**WORK ORDER**
From the listing below, copy only the lines from the line that contains "lam_d = NUCLIDES[self.daughter].decay_constant_per_s" to the line that contains "# EP keeps 109.77(5)", counting those two lines as part of the copy.
________________________
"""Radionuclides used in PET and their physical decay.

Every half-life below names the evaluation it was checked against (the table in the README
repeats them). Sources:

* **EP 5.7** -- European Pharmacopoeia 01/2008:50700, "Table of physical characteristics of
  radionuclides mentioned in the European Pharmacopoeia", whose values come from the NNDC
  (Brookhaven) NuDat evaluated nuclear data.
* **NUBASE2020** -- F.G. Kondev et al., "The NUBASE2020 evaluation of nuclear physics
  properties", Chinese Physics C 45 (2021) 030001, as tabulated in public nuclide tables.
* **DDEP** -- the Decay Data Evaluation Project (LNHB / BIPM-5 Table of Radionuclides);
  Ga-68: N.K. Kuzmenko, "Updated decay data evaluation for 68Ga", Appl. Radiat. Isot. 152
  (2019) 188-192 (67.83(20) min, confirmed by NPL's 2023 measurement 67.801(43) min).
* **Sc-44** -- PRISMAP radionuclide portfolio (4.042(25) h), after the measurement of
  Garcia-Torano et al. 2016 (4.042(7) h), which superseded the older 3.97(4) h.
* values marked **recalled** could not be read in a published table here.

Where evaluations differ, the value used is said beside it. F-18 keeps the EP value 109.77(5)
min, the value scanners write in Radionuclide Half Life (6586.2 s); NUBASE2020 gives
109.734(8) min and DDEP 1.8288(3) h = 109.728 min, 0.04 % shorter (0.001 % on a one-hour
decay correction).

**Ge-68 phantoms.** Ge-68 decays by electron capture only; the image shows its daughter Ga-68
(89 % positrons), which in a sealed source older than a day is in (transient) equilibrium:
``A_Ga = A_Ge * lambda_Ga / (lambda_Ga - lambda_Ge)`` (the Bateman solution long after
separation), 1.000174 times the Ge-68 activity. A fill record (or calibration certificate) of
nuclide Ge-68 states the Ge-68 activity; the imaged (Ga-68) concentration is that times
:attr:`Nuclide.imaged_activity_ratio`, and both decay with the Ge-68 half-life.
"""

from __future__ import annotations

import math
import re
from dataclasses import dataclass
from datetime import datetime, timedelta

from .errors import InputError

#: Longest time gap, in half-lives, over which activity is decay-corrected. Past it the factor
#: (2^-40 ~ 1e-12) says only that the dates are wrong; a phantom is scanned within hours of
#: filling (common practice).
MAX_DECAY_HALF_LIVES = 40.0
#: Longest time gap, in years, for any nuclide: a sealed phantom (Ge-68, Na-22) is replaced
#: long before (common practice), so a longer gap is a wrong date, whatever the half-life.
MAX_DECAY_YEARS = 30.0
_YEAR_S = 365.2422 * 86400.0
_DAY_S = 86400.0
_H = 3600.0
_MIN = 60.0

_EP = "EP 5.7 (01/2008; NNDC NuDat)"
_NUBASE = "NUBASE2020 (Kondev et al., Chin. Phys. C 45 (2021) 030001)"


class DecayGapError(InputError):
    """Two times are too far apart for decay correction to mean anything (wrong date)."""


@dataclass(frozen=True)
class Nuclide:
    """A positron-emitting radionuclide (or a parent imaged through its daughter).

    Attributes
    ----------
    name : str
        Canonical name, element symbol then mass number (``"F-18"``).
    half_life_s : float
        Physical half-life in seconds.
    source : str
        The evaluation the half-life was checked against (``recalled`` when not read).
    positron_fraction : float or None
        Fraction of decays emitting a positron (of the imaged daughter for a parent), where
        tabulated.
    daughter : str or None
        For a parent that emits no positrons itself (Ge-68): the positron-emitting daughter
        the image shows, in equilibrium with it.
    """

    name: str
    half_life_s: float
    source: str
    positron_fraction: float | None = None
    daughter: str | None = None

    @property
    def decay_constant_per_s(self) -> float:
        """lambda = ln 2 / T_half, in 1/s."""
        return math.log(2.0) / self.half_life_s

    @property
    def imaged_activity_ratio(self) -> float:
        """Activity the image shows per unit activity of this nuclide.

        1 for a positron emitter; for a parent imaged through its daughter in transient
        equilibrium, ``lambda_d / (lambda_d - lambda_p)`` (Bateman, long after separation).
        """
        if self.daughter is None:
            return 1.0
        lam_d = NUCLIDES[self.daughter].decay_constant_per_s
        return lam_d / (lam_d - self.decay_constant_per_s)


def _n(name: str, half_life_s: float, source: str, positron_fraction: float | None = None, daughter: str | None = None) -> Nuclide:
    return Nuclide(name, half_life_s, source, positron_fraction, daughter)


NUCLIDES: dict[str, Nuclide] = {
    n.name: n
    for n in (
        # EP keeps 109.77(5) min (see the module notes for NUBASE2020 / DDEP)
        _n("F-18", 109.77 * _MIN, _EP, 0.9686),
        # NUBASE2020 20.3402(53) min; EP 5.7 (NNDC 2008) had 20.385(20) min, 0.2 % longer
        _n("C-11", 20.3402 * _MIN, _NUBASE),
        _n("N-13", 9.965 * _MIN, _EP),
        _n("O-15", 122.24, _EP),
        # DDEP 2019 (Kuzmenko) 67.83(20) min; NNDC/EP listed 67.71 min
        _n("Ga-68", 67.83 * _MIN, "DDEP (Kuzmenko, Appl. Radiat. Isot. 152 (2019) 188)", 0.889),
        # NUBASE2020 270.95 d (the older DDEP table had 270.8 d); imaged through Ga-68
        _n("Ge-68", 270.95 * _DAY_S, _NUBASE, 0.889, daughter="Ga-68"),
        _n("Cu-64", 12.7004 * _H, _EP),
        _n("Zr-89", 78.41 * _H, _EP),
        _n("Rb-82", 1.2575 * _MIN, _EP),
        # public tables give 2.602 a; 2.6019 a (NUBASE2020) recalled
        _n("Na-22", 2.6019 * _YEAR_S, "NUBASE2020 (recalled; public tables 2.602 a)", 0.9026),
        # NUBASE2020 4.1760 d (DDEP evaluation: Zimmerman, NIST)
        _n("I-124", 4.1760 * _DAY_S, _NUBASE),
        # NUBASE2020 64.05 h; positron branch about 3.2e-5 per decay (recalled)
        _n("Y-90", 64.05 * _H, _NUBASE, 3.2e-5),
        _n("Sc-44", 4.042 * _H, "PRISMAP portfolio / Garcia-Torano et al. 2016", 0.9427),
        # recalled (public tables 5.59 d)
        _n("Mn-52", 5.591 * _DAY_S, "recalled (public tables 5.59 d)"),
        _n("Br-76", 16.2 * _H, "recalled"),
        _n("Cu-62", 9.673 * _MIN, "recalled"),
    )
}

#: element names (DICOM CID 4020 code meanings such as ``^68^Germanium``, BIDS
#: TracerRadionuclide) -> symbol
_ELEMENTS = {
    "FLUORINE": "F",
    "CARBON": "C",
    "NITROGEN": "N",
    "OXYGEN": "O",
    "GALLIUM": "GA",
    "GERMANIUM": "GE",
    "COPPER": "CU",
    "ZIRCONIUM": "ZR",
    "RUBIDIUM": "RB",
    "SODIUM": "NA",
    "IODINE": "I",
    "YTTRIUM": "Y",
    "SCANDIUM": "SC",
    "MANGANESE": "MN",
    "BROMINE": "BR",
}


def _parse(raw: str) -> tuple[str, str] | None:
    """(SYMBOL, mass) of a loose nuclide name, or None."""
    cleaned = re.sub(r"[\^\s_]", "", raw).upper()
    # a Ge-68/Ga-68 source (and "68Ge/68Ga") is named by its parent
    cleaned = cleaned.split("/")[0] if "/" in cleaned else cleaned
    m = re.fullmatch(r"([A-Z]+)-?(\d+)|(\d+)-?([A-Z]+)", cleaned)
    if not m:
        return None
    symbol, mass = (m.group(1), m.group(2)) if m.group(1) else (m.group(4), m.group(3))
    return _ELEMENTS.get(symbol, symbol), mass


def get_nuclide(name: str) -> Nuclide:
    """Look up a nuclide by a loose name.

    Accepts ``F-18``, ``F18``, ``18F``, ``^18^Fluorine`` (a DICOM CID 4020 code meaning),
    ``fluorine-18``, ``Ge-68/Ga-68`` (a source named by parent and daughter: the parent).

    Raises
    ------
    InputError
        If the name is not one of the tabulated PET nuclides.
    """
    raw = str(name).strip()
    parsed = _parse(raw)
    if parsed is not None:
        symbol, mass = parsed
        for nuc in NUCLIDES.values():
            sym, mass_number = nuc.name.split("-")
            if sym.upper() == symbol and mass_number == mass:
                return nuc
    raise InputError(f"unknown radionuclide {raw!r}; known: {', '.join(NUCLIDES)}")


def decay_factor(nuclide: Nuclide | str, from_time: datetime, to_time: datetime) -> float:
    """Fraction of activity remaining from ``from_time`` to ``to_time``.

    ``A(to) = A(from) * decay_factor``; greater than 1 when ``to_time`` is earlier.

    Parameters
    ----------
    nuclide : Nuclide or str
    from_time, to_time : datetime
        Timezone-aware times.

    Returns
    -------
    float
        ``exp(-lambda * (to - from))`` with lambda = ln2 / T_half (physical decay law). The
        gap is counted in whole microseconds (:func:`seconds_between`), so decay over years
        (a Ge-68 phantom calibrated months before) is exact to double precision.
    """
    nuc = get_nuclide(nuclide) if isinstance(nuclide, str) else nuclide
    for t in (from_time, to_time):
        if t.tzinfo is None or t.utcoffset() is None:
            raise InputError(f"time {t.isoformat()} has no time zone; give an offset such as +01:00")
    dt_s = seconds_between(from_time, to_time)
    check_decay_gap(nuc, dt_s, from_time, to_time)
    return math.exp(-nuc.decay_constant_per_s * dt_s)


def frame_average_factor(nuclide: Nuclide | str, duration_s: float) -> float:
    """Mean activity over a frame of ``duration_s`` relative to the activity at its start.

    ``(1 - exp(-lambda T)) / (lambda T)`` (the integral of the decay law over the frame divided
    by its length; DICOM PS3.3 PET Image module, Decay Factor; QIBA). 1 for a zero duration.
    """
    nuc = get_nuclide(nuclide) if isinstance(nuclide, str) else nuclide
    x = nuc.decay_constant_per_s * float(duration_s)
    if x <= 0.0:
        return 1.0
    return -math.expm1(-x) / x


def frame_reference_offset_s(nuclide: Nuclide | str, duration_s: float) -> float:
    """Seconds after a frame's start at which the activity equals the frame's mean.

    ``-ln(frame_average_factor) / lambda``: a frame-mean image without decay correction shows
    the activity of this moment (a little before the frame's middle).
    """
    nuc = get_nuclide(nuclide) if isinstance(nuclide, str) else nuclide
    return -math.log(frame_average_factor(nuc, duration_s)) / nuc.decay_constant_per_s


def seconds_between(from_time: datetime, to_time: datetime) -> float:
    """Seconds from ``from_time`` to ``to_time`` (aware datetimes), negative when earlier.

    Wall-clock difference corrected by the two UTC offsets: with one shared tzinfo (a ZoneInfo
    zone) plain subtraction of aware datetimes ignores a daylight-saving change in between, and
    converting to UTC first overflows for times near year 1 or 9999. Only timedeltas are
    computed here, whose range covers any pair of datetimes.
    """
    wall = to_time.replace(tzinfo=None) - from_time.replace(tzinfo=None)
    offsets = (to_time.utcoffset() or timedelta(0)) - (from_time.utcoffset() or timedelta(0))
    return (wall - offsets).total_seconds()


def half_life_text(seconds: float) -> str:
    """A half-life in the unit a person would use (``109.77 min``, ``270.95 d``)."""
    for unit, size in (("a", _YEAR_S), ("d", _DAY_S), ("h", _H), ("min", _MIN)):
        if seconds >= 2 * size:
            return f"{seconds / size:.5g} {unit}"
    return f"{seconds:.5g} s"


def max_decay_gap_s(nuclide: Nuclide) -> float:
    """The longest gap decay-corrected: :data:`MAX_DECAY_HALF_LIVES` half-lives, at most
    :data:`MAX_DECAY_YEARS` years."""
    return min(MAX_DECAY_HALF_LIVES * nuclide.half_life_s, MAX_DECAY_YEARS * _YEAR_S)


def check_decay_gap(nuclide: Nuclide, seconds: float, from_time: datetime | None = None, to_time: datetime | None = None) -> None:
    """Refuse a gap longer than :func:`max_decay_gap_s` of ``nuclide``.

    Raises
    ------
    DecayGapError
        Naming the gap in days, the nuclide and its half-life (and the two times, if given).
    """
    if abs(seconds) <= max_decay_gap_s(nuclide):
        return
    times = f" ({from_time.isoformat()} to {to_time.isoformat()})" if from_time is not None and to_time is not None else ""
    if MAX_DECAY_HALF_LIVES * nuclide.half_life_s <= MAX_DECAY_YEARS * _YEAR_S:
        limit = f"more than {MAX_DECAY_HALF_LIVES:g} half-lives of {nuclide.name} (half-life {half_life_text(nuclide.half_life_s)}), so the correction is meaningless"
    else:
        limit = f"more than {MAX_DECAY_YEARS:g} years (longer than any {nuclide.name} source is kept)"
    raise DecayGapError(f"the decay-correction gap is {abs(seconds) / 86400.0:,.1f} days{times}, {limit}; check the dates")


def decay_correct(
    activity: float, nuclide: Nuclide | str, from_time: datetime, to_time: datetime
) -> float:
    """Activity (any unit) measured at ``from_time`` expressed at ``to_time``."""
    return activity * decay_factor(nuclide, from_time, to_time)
________________________
**TASK RESULT**
        lam_d = NUCLIDES[self.daughter].decay_constant_per_s
        return lam_d / (lam_d - self.decay_constant_per_s)


def _n(name: str, half_life_s: float, source: str, positron_fraction: float | None = None, daughter: str | None = None) -> Nuclide:
    return Nuclide(name, half_life_s, source, positron_fraction, daughter)


NUCLIDES: dict[str, Nuclide] = {
    n.name: n
    for n in (
        # EP keeps 109.77(5) min (see the module notes for NUBASE2020 / DDEP)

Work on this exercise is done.